Friday, April 30, 2010

Eggplant Stacks and a mighty fine give-away

When you hear a story - it becomes your story. The way it affected you as it was told. What you gained. What you missed. What you translate when you tell it to others. A recipe is like a story - often told as it goes from ingredients to dish to table. As it is shared, every individual takes away something different from the experience. Raw ingredients through the magic of fire are transformed.

The eggplant stacks reveal a tale. Of tomatoes and herbs. Of firm eggplant. Of the earth. And the imagination. Baked, fried, broiled, grilled and stuffed - there are many eggplant tales to tell.
A vegetable once so bitter that it was thought to cause insanity and leprosy is now the mainstay of an Italian ktichen. Oh the stories that are there. The English-speaking world continued to shy away from it and used it as an ornamental plant - dangerous but enticing.

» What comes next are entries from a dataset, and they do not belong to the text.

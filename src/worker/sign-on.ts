import { readFileSync } from 'node:fs';
import { parseArgs } from 'node:util';
import { z } from 'zod';
import { createSignOn } from './sign-on/sign-on-server';

const optionsSchema = z.object({
	port: z.coerce.number().int().min(1).max(65535),
	application: z.url(),
	client: z.string().min(1),
	people: z.string().optional()
});
const peopleSchema = z.array(z.object({ role: z.string(), name: z.string(), email: z.string() }));

/** The local stand-in for a university's sign-on, for demo and rehearsal. */
async function main(): Promise<void> {
	const { values } = parseArgs({
		options: {
			port: { type: 'string' },
			application: { type: 'string' },
			client: { type: 'string' },
			people: { type: 'string' }
		}
	});
	const { people, ...options } = optionsSchema.parse(values);
	const known = people ? peopleSchema.parse(JSON.parse(readFileSync(people, 'utf8'))) : [];
	const server = await createSignOn({ ...options, people: known });
	server.listen(options.port, '127.0.0.1');
	const stop = () => {
		server.close();
		server.closeAllConnections();
	};
	for (const signal of ['SIGTERM', 'SIGINT'] as const) process.once(signal, stop);
}

main().catch((error: unknown) => {
	console.error(error instanceof Error ? error.message : error);
	process.exit(1);
});
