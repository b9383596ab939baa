import type { Desk } from './desk';

export type ListedDecision = { code: string; place: string; kind: string; reason: string };

/** Every decision on the approver's list, held ones first. */
export async function listDecisions(desk: Desk): Promise<ListedDecision[]> {
	const rows = await desk.page
		.getByRole('row')
		.filter({ hasText: /visit \d+, block \d+/ })
		.all();
	return Promise.all(
		rows.map(async (row) => {
			const cells = await row.getByRole('cell').allInnerTexts();
			const code = (await row.getByRole('rowheader').innerText()).trim();
			const [place = '', kind = ''] = cells.map((text) => text.trim());
			const reason = (await row.locator('data').getAttribute('value')) ?? '';
			return { code, place, kind, reason };
		})
	);
}

export async function openDecision(desk: Desk, code: string): Promise<void> {
	await desk.section('Decisions');
	const row = desk.page.getByRole('row', { name: new RegExp(`^${code} visit 2`) });
	await desk.hands.press(row.getByRole('link'));
	await desk.page.getByRole('heading', { level: 1, name: `Next block for ${code}` }).waitFor();
}
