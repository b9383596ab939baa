/** A Markdown table. */
export function writeTable(head, rows) {
	const line = (cells) => `| ${cells.join(' | ')} |`;
	return [line(head), line(head.map(() => '---')), ...rows.map(line)].join('\n');
}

The new strains are not as bitter as in the days of yore, but I slice them and salt them anway. It dries them and removes the soft bitter flavor.

After 30 minutes of salt and enclosed by a paper towel, the eight slices of eggplant are baked for 30 minutes at 350 degree F.

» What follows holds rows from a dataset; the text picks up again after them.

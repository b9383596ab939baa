import { fail, redirect } from '@sveltejs/kit';
import { z } from 'zod';
import { message, superValidate } from 'sveltekit-superforms';
import { zod4 } from 'sveltekit-superforms/adapters';
import type { Actions, PageServerLoad } from './$types';
import { requirePermission } from '$lib/server/access/require-permission';
import { clearSessionCookie } from '$lib/server/auth/session-cookie';
import { endOwnSession, endSessionsOf, listOwnSessions } from '$lib/server/auth/sessions';
import { config } from '$lib/server/config';
import { changeOwnName, loadAccount } from '$lib/server/members/own-account';
import { nameSchema } from '$lib/members/name-schema';

const sessionSchema = z.object({ id: z.string().regex(/^[0-9a-f]{64}$/) });

export const load: PageServerLoad = async ({ locals }) => {
	const grant = await requirePermission(locals, 'account:manage');
	const account = await loadAccount(locals.db, grant);
	return {
		form: await superValidate({ name: account.name }, zod4(nameSchema), { errors: false }),
		account,
		sessions: await listOwnSessions(locals.db, grant, locals.sessionToken)
	};
};

export const actions: Actions = {
	name: async ({ locals, request }) => {
		const grant = await requirePermission(locals, 'account:manage');
		const form = await superValidate(request, zod4(nameSchema));
		if (!form.valid) return fail(400, { form });
		await changeOwnName(locals.db, grant, form.data.name);
		return message(form, 'Your name is changed.');
	},
	end: async ({ locals, request }) => {
		const grant = await requirePermission(locals, 'account:manage');
		const wanted = sessionSchema.safeParse(Object.fromEntries(await request.formData()));
		if (!wanted.success) return fail(400, { notice: 'That session is not in the list any more.' });
		await endOwnSession(locals.db, grant, wanted.data.id);
		return { notice: 'That session is ended.' };
	},
	everywhere: async ({ locals, cookies }) => {
		const grant = await requirePermission(locals, 'account:manage');
		await endSessionsOf(locals.db, grant.personId);
		clearSessionCookie(cookies, config().ORIGIN);
		redirect(303, '/signin');
	}
};
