import type { Desk } from './desk';

/** Moves the demo clock to a time of the lab's clock, such as `2027-03-08T08:00`, by its own page. */
export async function moveClock(desk: Desk, local: string): Promise<void> {
	await desk.open('/demo');
	await desk.fill(/Or to a time/, local);
	await desk.press('Move the clock there');
	await desk.see(`${spoken(local.slice(0, 10))}, ${local.slice(11, 16)}`);
}

/** The Monday after next, far enough ahead that no time zone has reached it. */
export function findMonday(nowMs: number): string {
	const day = new Date(nowMs + 7 * 86_400_000);
	day.setUTCDate(day.getUTCDate() + ((8 - day.getUTCDay()) % 7));
	return day.toISOString().slice(0, 10);
}

/** The date some days after another, both as `2027-03-08`. */
export function addDays(date: string, count: number): string {
	return new Date(Date.parse(date) + count * 86_400_000).toISOString().slice(0, 10);
}

/** `2027-03-08` as pages write it: 'Mon 8 March 2027'. */
export function spoken(date: string): string {
	const day = new Date(`${date}T12:00Z`);
	const part = (options: Intl.DateTimeFormatOptions) =>
		new Intl.DateTimeFormat('en-GB', { timeZone: 'UTC', ...options }).format(day);
	return `${part({ weekday: 'short' })} ${part({ day: 'numeric' })} ${part({ month: 'long' })} ${part({ year: 'numeric' })}`;
}
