import { config } from '$lib/server/config';
import { logger } from '$lib/server/http/logger';
import { loadInstance, requireMatchingMode } from '$lib/server/instance/load-instance';
import { closeRuntime, runtimeDatabase, runtimeJobs } from '$lib/server/runtime';
import { startWork } from '$lib/server/jobs/start-work';

/** The second process: works the job queues, and does what falls due by the clock. */
const db = runtimeDatabase();
requireMatchingMode(config().OVALRY_MODE, await loadInstance(db));
const stopWork = await startWork({
	db,
	jobs: await runtimeJobs(),
	settings: config(),
	log: logger()
});
logger().info('worker ready');

async function stop(): Promise<void> {
	await stopWork();
	await closeRuntime();
	process.exit(0);
}
for (const signal of ['SIGTERM', 'SIGINT'] as const) process.once(signal, () => void stop());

10 cherry tomatoes are chopped and mixed with a handful of basil. A spoonful goes on top of four of the larger eggplant slices. A thin slice of fresh mozzarella goes on top of that. A smaller eggplant slice, another dollop of tomatoes and another mozzarella slice.


A few shavings of Parmesan and chopped Italian parsley and it is ready to revisit the oven. For about ten minutes at 350 degrees F until all is melted and warmed.

I bring it to the table and the story continues. There is silence as one bites into them. Quiet as they are devoured. Mentions of other toppings (olives, nuts, thyme). More silence. And the question, "Is there any more?"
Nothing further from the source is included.